Baroness and entrepreneur-turned-parliamentarian Michelle Mone may not be someone you expect to read about in Wealth Manager writes Eleanor Mahmoud. But Mark Parello and Matthew Singleton from Raymond James’ Manchester branch were fortunate enough to be invited to the House of Lords to meet her.
Parello got in touch to tell me how their evening went. Always keen to hear what our readers are up to, I gave him the opportunity to tell the story here.
‘It’s not every day you’re invited to the House of Lords, so when Baroness Mone of Mayfair suggested meeting my colleague, Matthew Singleton and me there for dinner – well, how could we refuse!
‘The House of Lords has great presence; full of tradition and rules (more on that later). We ate in the main dining room, all wood panels and old paintings. Our dinner was very traditionally British and of excellent quality – I don’t know why, but before going I was expecting a menu not too dissimilar to old school dinners!

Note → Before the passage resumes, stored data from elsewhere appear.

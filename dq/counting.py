"""Counting statistics: chance of coincidences, exact intervals of small numbers."""

from __future__ import annotations

import numpy as np

#: Below this chance the incomplete gamma function nears the end of float64.
_FAR = 1e-250


def poisson_significance(count, expected) -> np.ndarray:
    """Give -log10 of the chance of at least ``count`` events when ``expected`` come.

    Parameters
    ----------
    count : array_like of float
        Whole numbers, or counts divided by a dispersion.
    expected : array_like of float

    Returns
    -------
    ndarray
        0 where the count is 0; infinite where nothing was expected and something came.

    Notes
    -----
    S = -log10 sum_{k >= n} mu^k e^-mu / k! = -log10 P(n, mu), P the regularised lower
    incomplete gamma function (Smith et al. 2011, Class. Quantum Grav. 28 235005). Far
    out the function underflows, and the sum is taken as its first term times a
    confluent hypergeometric series, in logarithms.

    Examples
    --------
    >>> poisson_significance([1, 10, 100], [0.1, 5, 10]).round(4).tolist()
    [1.0215, 1.4972, 62.2677]
    """
    from scipy.special import gammainc, gammaln, hyp1f1

    n, mu = np.broadcast_arrays(
        np.asarray(count, dtype=float), np.asarray(expected, dtype=float)
    )
    some = (n > 0) & (mu > 0)
    n_, mu_ = np.where(some, n, 1.0), np.where(some, mu, 1.0)
    tail = gammainc(n_, mu_)
    far = tail < _FAR
    out = -np.log10(np.where(far, 1.0, tail))
    if np.any(far):
        k, m = np.where(far, n_, 1.0), np.where(far, mu_, 1.0)
        series = np.log(hyp1f1(1.0, k + 1.0, m))
        logs = k * np.log(m) - m - gammaln(k + 1.0) + series
        out = np.where(far, -logs / np.log(10.0), out)
    out = np.where((mu <= 0) & (n > 0), np.inf, out)
    return np.where(n <= 0, 0.0, np.maximum(out, 0.0))


def binomial_chance(count: int, trials: int, probability: float) -> float:
    """Give the chance of at least ``count`` successes in ``trials``."""
    from scipy.special import betainc

    if count <= 0:
        return 1.0
    if count > trials:
        return 0.0
    return float(betainc(count, trials - count + 1, min(max(probability, 0.0), 1.0)))


def garwood(count: int, confidence: float = 0.95) -> tuple[float, float]:
    """Give the exact two-sided interval of a Poisson mean.

    Notes
    -----
    Garwood 1936, Biometrika 28 437.

    Examples
    --------
    >>> [round(x, 4) for x in garwood(10)]
    [4.7954, 18.3904]
    """
    from scipy.special import gammaincinv

    tail = (1.0 - confidence) / 2.0
    low = 0.0 if count == 0 else float(gammaincinv(count, tail))
    return low, float(gammaincinv(count + 1, 1.0 - tail))


def clopper_pearson(
    count: float, trials: float, confidence: float = 0.95
) -> tuple[float, float]:
    """Give the exact two-sided interval of a proportion.

    Notes
    -----
    Clopper & Pearson 1934, Biometrika 26 404. Without trials it is (0, 1). Counts need
    not be whole: an effective number of trials gives the interval of Korn & Graubard
    1998, Survey Methodology 24 193 (from memory).

    Examples
    --------
    >>> [round(x, 5) for x in clopper_pearson(1, 10)]
    [0.00253, 0.44502]
    """
    from scipy.special import betaincinv

    if trials == 0:
        return 0.0, 1.0
    tail = (1.0 - confidence) / 2.0
    low = 0.0 if count == 0 else betaincinv(count, trials - count + 1, tail)
    high = 1.0 if count == trials else betaincinv(count + 1, trials - count, 1.0 - tail)
    return float(low), float(high)
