"""The TOML configuration: every key with unit, bounds, default and its origin.

``load_config`` reads the file into frozen sections. A stage never sees the file: it
receives its own section. Paths stay relative to the file's folder (``Config.base``).
"""

from __future__ import annotations

import difflib
import hashlib
import json
import tomllib
from pathlib import Path
from typing import Literal

from pydantic import BaseModel, ConfigDict, Field, ValidationError, field_validator

from dq.errors import ConfigError

#: Families that may hold a real signal, or nothing known: no veto is made of them.
NEVER_VETOED = ("chirp_like", "unknown", "unsorted")


class _Section(BaseModel):
    model_config = ConfigDict(extra="forbid", frozen=True, allow_inf_nan=False)


class Site(_Section):
    """Who is observed."""

    name: str = Field(min_length=1, description="name of the site, for the page")
    strain: str = Field(
        pattern=r"^[A-Za-z0-9][A-Za-z0-9:_.\-]{0,254}$",
        description="name of the strain channel",
    )
    mains_hz: float = Field(
        default=50.0,
        ge=40.0,
        le=70.0,
        description="Hz; fundamental of the mains, 50 or 60 by country",
    )


class Layout(_Section):
    """Where another HDF5 layout keeps a channel and its times."""

    dataset: str = Field(description="path of the dataset inside each file")
    channel: str | None = Field(
        default=None,
        pattern=r"^[A-Za-z0-9][A-Za-z0-9:_.\-]{0,254}$",
        description="channel name when the file does not carry it",
    )
    start_attribute: str = Field(
        default="gps_start", description="attribute with the first sample's GPS second"
    )
    step_attribute: str | None = Field(
        default=None, description="attribute with the seconds per sample"
    )
    rate_attribute: str | None = Field(
        default=None, description="attribute with the samples per second"
    )


class ReadyMask(_Section):
    """A 1 Hz bit mask inside the data files that says when data are ready."""

    dataset: str = Field(description="path of the mask dataset inside each file")
    bits: list[int] = Field(
        min_length=1, description="bits (0 = lowest) that must all be set"
    )

    @field_validator("bits")
    @classmethod
    def _bits_in_range(cls, bits: list[int]) -> list[int]:
        if any(b < 0 or b > 62 for b in bits):
            raise ValueError("bits must lie in 0..62")
        return bits


class Data(_Section):
    """Which files are read."""

    files: list[str] = Field(min_length=1, description="HDF5 paths or globs")
    channels: str = Field(description="the channel list, CSV")
    ready: str | None = Field(
        default=None, description="ready segments; absent = all recorded time"
    )
    injections: str | None = Field(default=None, description="test signals, CSV")
    layout: Layout | None = None
    ready_mask: ReadyMask | None = None


class Conditioning(_Section):
    """Spectrum and whitening."""

    spectrum_segment_s: float = Field(
        default=4.0,
        ge=1.0,
        le=32.0,
        description="s; tapered segment of the spectrum. 4 s resolves lines to 0.5 Hz "
        "and leaves 32 half-overlapped segments in a frame (own choice)",
    )
    spectrum_frame_s: float = Field(
        default=64.0,
        ge=8.0,
        le=512.0,
        description="s; a spectrum is measured per frame on a fixed GPS grid "
        "(own choice: shorter than drifts of the level, common practice minutes)",
    )
    spectrum_span_s: float = Field(
        default=128.0,
        ge=0.0,
        le=1024.0,
        description="s; frames up to this far on both sides of a block are combined",
    )
    whitening_half_length_s: float = Field(
        default=2.0,
        ge=0.25,
        le=16.0,
        description="s; half-length of the whitening filter = its settling time",
    )


class Tiles(_Section):
    """The multi-Q tile plan."""

    block_s: float = Field(
        default=64.0,
        ge=8.0,
        le=512.0,
        description="s; analysis blocks start at GPS multiples of this",
    )
    mismatch: float = Field(
        default=0.2,
        gt=0.0,
        le=0.5,
        description="worst-case fractional energy loss between tiles "
        "(Chatterji et al. 2004)",
    )
    q_min: float = Field(
        default=4.0, ge=3.3166248, le=200.0, description="lowest Q; bound is sqrt(11)"
    )
    q_max: float = Field(default=64.0, ge=3.3166248, le=500.0, description="highest Q")
    f_low_hz: float | None = Field(
        default=None,
        gt=0.0,
        le=32768.0,
        description="Hz; lower edge of the band; default sample_rate / 50 held within "
        "1..10 Hz, unless channels.csv says otherwise (own choice)",
    )
    f_high_hz: float | None = Field(
        default=None,
        gt=0.0,
        le=32768.0,
        description="Hz; upper edge; default and bound: what the rate carries",
    )


class Transients(_Section):
    """From tiles to transients."""

    snr_threshold: float = Field(
        default=5.5,
        ge=3.5,
        le=1000.0,
        description="a tile counts from this SNR on; 5.5 is exp(-16.1) per tile",
    )


class Families(_Section):
    """The sorter."""

    model: str | None = Field(default=None, description="model file; absent = unsorted")
    features: bool = Field(
        default=False,
        description="write the strain's features also without a model",
    )


_CHANNEL = r"^[A-Za-z0-9][A-Za-z0-9:_.\-]{0,254}$"


class Product(_Section):
    """Two auxiliary channels whose product may be heard in the strain."""

    fast: str = Field(pattern=_CHANNEL, description="the channel with the higher rate")
    slow: str = Field(pattern=_CHANNEL, description="the channel that modulates it")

‘Over dinner, we talked about Michelle’s first business, Ultimo, and the marketing tactics she employed – one of which involved a group of people parading through central London dressed as plastic surgeons holding placards stating they were looking for a job. I understand it was this publicity stunt which made the demand for Ultimo lingerie take off.

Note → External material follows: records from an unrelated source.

"""Energy of a transient over all tiles that it covers in one plane.

Tiles of one plane share out the energy of the data: with a = dt df the area of a tile,
sum a |X|^2 over time and frequency is the energy there, and sum a (Z - 1) what is above
noise. For a signal of optimal SNR rho in its own footprint the expectation of that sum
is rho^2 / 2.
"""

from __future__ import annotations

from dataclasses import dataclass

import numpy as np
import scipy.fft

from dq.tiles.climb import fold
from dq.tiles.energy_map import row_edges
from dq.tiles.plan import OVERSAMPLING, Q_MIN, TilePlan, bisquare

#: How far a transient's energy is followed beyond its bright tiles' rectangles (sigma_t
#: and sigma_f): a tile three of them from a matched one still holds a tenth of its
#: energy, and 3 % lie beyond.
MARGIN_S, MARGIN_HZ = 1.5, 3.0

#: Room left on either side of a footprint, sigma_t.
SETTLING = 1.0

#: A footprint's spectrum is added up in groups of bins (``climb``): time then repeats
#: after 1 / (width of a group). That is at least this many times the half-length of the
#: footprint: a tile at its end loses 5 % of its energy, and 1.6 % come in from the next
#: repetition.
STRETCH = 8.0


def footprint_energy(
    spectrum: np.ndarray,
    plan: TilePlan,
    *,
    row: np.ndarray,
    start_s: np.ndarray,
    end_s: np.ndarray,
    level: np.ndarray,
    within_s: tuple[float, float],
) -> float:
    """Sum the energy above noise over the surroundings of some runs of tiles.

    Parameters
    ----------
    spectrum : ndarray of complex64, shape (n_bins,)
        Whitened; bins have mean square 1 in noise.
    plan : TilePlan
    row : ndarray of int, shape (n_runs,)
        Rows of one plane.
    start_s, end_s : ndarray, shape (n_runs,)
        Ends of the runs' rectangles, s after the transform's first sample.
    level : ndarray, shape (n_rows,)
        Mean energy of each row in noise.
    within_s : tuple of float
        Only tiles centred in ``[low, high)`` count.

    Returns
    -------
    float
        Sum of a (Z - 1), dimensionless; its expectation is rho^2 / 2.
    """
    beyond = MARGIN_S * plan.sigma_t[row]
    start_s = np.maximum(start_s - beyond, within_s[0])
    end_s = np.minimum(end_s + beyond, within_s[1])
    near = _near_rows(plan, row)
    rows = np.flatnonzero(near.any(axis=1))
    low, high = float(start_s.min()), float(end_s.max())
    if high <= low:
        return 0.0
    cut = _cut_out(spectrum, plan, rows, low, high)
    bottom, top = row_edges(plan)
    total = 0.0
    for r in rows:
        energy, times = _row_energy(cut, plan, r)
        first = np.searchsorted(times, start_s[near[r]])
        last = np.searchsorted(times, end_s[near[r]])
        steps = np.bincount(first, minlength=len(times) + 1).astype(np.int64)
        steps -= np.bincount(last, minlength=len(times) + 1)
        inside = np.cumsum(steps[:-1]) > 0
        area = (top[r] - bottom[r]) * (times[1] - times[0])
        total += area * float(np.sum(energy[inside] / level[r] - 1.0))
    return total


def _near_rows(plan: TilePlan, row: np.ndarray) -> np.ndarray:
    """Say which rows of the plane lie near which run, shape (n_rows, n_runs)."""
    away = np.abs(plan.frequency[:, None] - plan.frequency[row][None, :])
    near = away <= MARGIN_HZ * plan.sigma_f[row][None, :]
    return near & (plan.plane == plan.plane[row[0]])[:, None]


@dataclass(frozen=True)
class _Cut:
    """A band turned to a time, in groups of bins: their middles and step, Hz."""

    groups: np.ndarray
    size: int
    first_hz: float
    step_hz: float
    time_s: float


def _cut_out(spectrum, plan: TilePlan, rows, low_s: float, high_s: float) -> _Cut:
    """Fold the band of some rows around the middle of a stretch of time."""
    length = plan.length_s
    first = int(plan.first_bin[rows].min())
    last = int((plan.first_bin[rows] + plan.width[rows]).max())
    half = 0.5 * (high_s - low_s) + SETTLING * float(plan.sigma_t[rows].max())
    size = max(int(length / (STRETCH * half)), 1)
    middle = 0.5 * (low_s + high_s)
    groups = fold(spectrum, length, middle, first, -(-(last - first) // size), size)
    first_hz = (first + 0.5 * (size - 1)) / length
    return _Cut(groups.astype(np.complex64), size, first_hz, size / length, middle)


def _row_energy(cut: _Cut, plan: TilePlan, row: int) -> tuple[np.ndarray, np.ndarray]:
    """Give a row's energies around the cut's time, and their times."""
    f = plan.frequency[row]
    half = Q_MIN * f / plan.q[row]
    low = max(int(np.ceil((f - half - cut.first_hz) / cut.step_hz)), 0)
    high = int(np.floor((f + half - cut.first_hz) / cut.step_hz)) + 1
    high = min(high, len(cut.groups))
    offset = (cut.first_hz + cut.step_hz * np.arange(low, high) - f) / half
    window = bisquare(offset)
    window /= np.sqrt(cut.size * np.sum(window**2))
    count = scipy.fft.next_fast_len(int(np.ceil(OVERSAMPLING * (high - low))))
    x = scipy.fft.ifft(
        cut.groups[low:high] * window.astype(np.float32), count, norm="forward"
    )
    # the second half of the repetition lies before the cut's time
    energy = scipy.fft.fftshift(np.square(x.real) + np.square(x.imag))
    step = 1.0 / (cut.step_hz * count)
    return energy, cut.time_s + step * (np.arange(count) - count // 2)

‘We also spent time discussing cryptocurrencies and investment markets. Michelle has launched a luxury property development company in Dubai with her partner Doug Barrowman, where some of the homes are being sold in bitcoin. She has also launched her own cryptocurrency, Equi token.
‘My understanding of cryptocurrencies is very basic, and we have not bought any, either personally or for clients. My view is that currencies are a shared belief system and with no intrinsic value, since stepping away from the gold standard. Bitcoin in my mind is a classic pump and dump trade.

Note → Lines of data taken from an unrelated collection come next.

"""Phase of one tile: where in its cycle a signal stands at the tile's centre."""

from __future__ import annotations

import cmath

import numpy as np

from dq.errors import PlanError
from dq.tiles.kernels import single_tile


def tile_phase(
    spectrum: np.ndarray,
    *,
    samples: int,
    sample_rate: float,
    time_s: float,
    frequency: float,
    q: float,
) -> tuple[float, float]:
    """Give the phase and the energy of the tile at a time, frequency and Q.

    Parameters
    ----------
    spectrum : ndarray of complex64, shape (samples // 2 + 1,)
        Whitened spectrum of a transform of ``samples`` samples, zero-phase filtered.
    samples : int
    sample_rate : float
        Hz.
    time_s : float
        Centre of the tile, s after the transform's first sample.
    frequency : float
        Hz, within the band that the rate carries at this Q.
    q : float
        Dimensionless.

    Returns
    -------
    phase_rad : float
        Of a signal cos(2 pi f (t - t0) + phase) under an even envelope; -pi to pi.
    energy : float
        Squared modulus, of mean 1 in noise where the spectrum's bins have mean
        square 1.

    Raises
    ------
    PlanError
        The tile reaches beyond zero frequency or half the sample rate.

    Notes
    -----
    In noise the phase errs by 1 / rho (standard deviation, rho the SNR): the noise has
    unit variance in each of two quadratures, the signal's length is rho. A time that is
    off by dt turns the phase by 2 pi f dt, so the time belongs to it.
    """
    reach = np.sqrt(11.0) * frequency / q
    if frequency <= reach or frequency + reach > 0.5 * sample_rate:
        raise PlanError(
            f"the tile at {frequency:g} Hz and Q {q:g} reaches from "
            f"{frequency - reach:g} to {frequency + reach:g} Hz; it must lie within 0 "
            f"to {0.5 * sample_rate:g} Hz, half the rate"
        )
    x = single_tile(spectrum, samples, sample_rate, time_s, frequency, q)
    # single tiles count the phase from the transform's first sample
    return cmath.phase(x * cmath.exp(2j * np.pi * frequency * time_s)), abs(x) ** 2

‘As you can imagine, Michelle disagreed and is very pro cryptocurrencies, seeing them as the future of currency. I learned that it’s not just about currency, but also the blockchain technology backing it up. Blockchain is a ledger creating full transparency for transactions.
‘This was eye-opening and I can see why it would work, but I can’t see why we don’t just apply blockchain technology to the currencies we already use – I may be thinking too simplistically…
‘I mentioned at the start of this article the rules the House of Lords have in place. If you ever get the opportunity to visit, don’t take your jacket off in the dining room and please make sure you do not take any pictures or videos, as it could get you thrown out.’